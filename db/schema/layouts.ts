import { index, integer, jsonb, pgTable, text, timestamp, unique, uuid } from 'drizzle-orm/pg-core';
import { jobs } from './jobs';
import { members } from './members';
import { shops } from './shops';

/** A mat design for a job: one working draft plus frozen numbered versions. */
export const layouts = pgTable(
  'layouts',
  {
    id: uuid('id').primaryKey().defaultRandom(),
    shopId: uuid('shop_id').notNull().references(() => shops.id, { onDelete: 'cascade' }),
    jobId: uuid('job_id').notNull().references(() => jobs.id, { onDelete: 'cascade' }),
    name: text('name').notNull(),
    /**
     * The working layout document (geometry's Layout, validated by parseLayout on
     * every write), its outlines and polygons as `{ kind, pointsRef }`: their
     * points sit in `draftOutlines` (server/services/draftOutlines.ts).
     */
    draft: jsonb('draft').notNull(),
    /** The draft's point lists by name; a save that keeps them leaves this column as it was. */
    draftOutlines: jsonb('draft_outlines').notNull().default({}),
    /** Goes up by one on every draft save; a save must name the revision it started from. */
    draftRevision: integer('draft_revision').notNull().default(1),
    /** The frozen version the draft was started from, if any. */
    draftBasedOnVersion: integer('draft_based_on_version'),
    updatedBy: text('updated_by').references(() => members.id, { onDelete: 'set null' }),
    createdAt: timestamp('created_at', { withTimezone: true }).notNull().defaultNow(),
    updatedAt: timestamp('updated_at', { withTimezone: true }).notNull().defaultNow(),
  },
  (t) => [index('layouts_job_idx').on(t.jobId)],
);

export type LayoutRow = typeof layouts.$inferSelect;

/** A frozen copy of a draft; never updated or deleted (a database trigger enforces it). */
export const layoutVersions = pgTable(
  'layout_versions',
  {
    id: uuid('id').primaryKey().defaultRandom(),
    shopId: uuid('shop_id').notNull().references(() => shops.id, { onDelete: 'cascade' }),
    layoutId: uuid('layout_id').notNull().references(() => layouts.id, { onDelete: 'cascade' }),
    /** 1, 2, 3... per layout. */
    number: integer('number').notNull(),
    document: jsonb('document').notNull(),
    /** Why it was frozen, in the framer's words ("sent for approval"). */
    note: text('note'),
    frozenBy: text('frozen_by').references(() => members.id, { onDelete: 'set null' }),
    frozenAt: timestamp('frozen_at', { withTimezone: true }).notNull().defaultNow(),
  },
  (t) => [unique('layout_versions_number_uq').on(t.layoutId, t.number)],
);

export type LayoutVersionRow = typeof layoutVersions.$inferSelect;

PROBLEM DETAILS: A word-for-word copy of the data is what should be returned.

EXPECTED ANSWER:
filename db/schema/layouts.ts
import { index, integer, jsonb, pgTable, text, timestamp, unique, uuid } from 'drizzle-orm/pg-core';
import { jobs } from './jobs';
import { members } from './members';
import { shops } from './shops';

/** A mat design for a job: one working draft plus frozen numbered versions. */
export const layouts = pgTable(
  'layouts',
  {
    id: uuid('id').primaryKey().defaultRandom(),
    shopId: uuid('shop_id').notNull().references(() => shops.id, { onDelete: 'cascade' }),
    jobId: uuid('job_id').notNull().references(() => jobs.id, { onDelete: 'cascade' }),
    name: text('name').notNull(),
    /**
     * The working layout document (geometry's Layout, validated by parseLayout on
     * every write), its outlines and polygons as `{ kind, pointsRef }`: their
     * points sit in `draftOutlines` (server/services/draftOutlines.ts).
     */
    draft: jsonb('draft').notNull(),
    /** The draft's point lists by name; a save that keeps them leaves this column as it was. */
    draftOutlines: jsonb('draft_outlines').notNull().default({}),
    /** Goes up by one on every draft save; a save must name the revision it started from. */
    draftRevision: integer('draft_revision').notNull().default(1),
    /** The frozen version the draft was started from, if any. */
    draftBasedOnVersion: integer('draft_based_on_version'),
    updatedBy: text('updated_by').references(() => members.id, { onDelete: 'set null' }),
    createdAt: timestamp('created_at', { withTimezone: true }).notNull().defaultNow(),
    updatedAt: timestamp('updated_at', { withTimezone: true }).notNull().defaultNow(),
  },
  (t) => [index('layouts_job_idx').on(t.jobId)],
);

export type LayoutRow = typeof layouts.$inferSelect;

/** A frozen copy of a draft; never updated or deleted (a database trigger enforces it). */
export const layoutVersions = pgTable(
  'layout_versions',
  {
    id: uuid('id').primaryKey().defaultRandom(),
    shopId: uuid('shop_id').notNull().references(() => shops.id, { onDelete: 'cascade' }),
    layoutId: uuid('layout_id').notNull().references(() => layouts.id, { onDelete: 'cascade' }),
    /** 1, 2, 3... per layout. */
    number: integer('number').notNull(),
    document: jsonb('document').notNull(),
    /** Why it was frozen, in the framer's words ("sent for approval"). */
    note: text('note'),
    frozenBy: text('frozen_by').references(() => members.id, { onDelete: 'set null' }),
    frozenAt: timestamp('frozen_at', { withTimezone: true }).notNull().defaultNow(),
  },
  (t) => [unique('layout_versions_number_uq').on(t.layoutId, t.number)],
);

export type LayoutVersionRow = typeof layoutVersions.$inferSelect;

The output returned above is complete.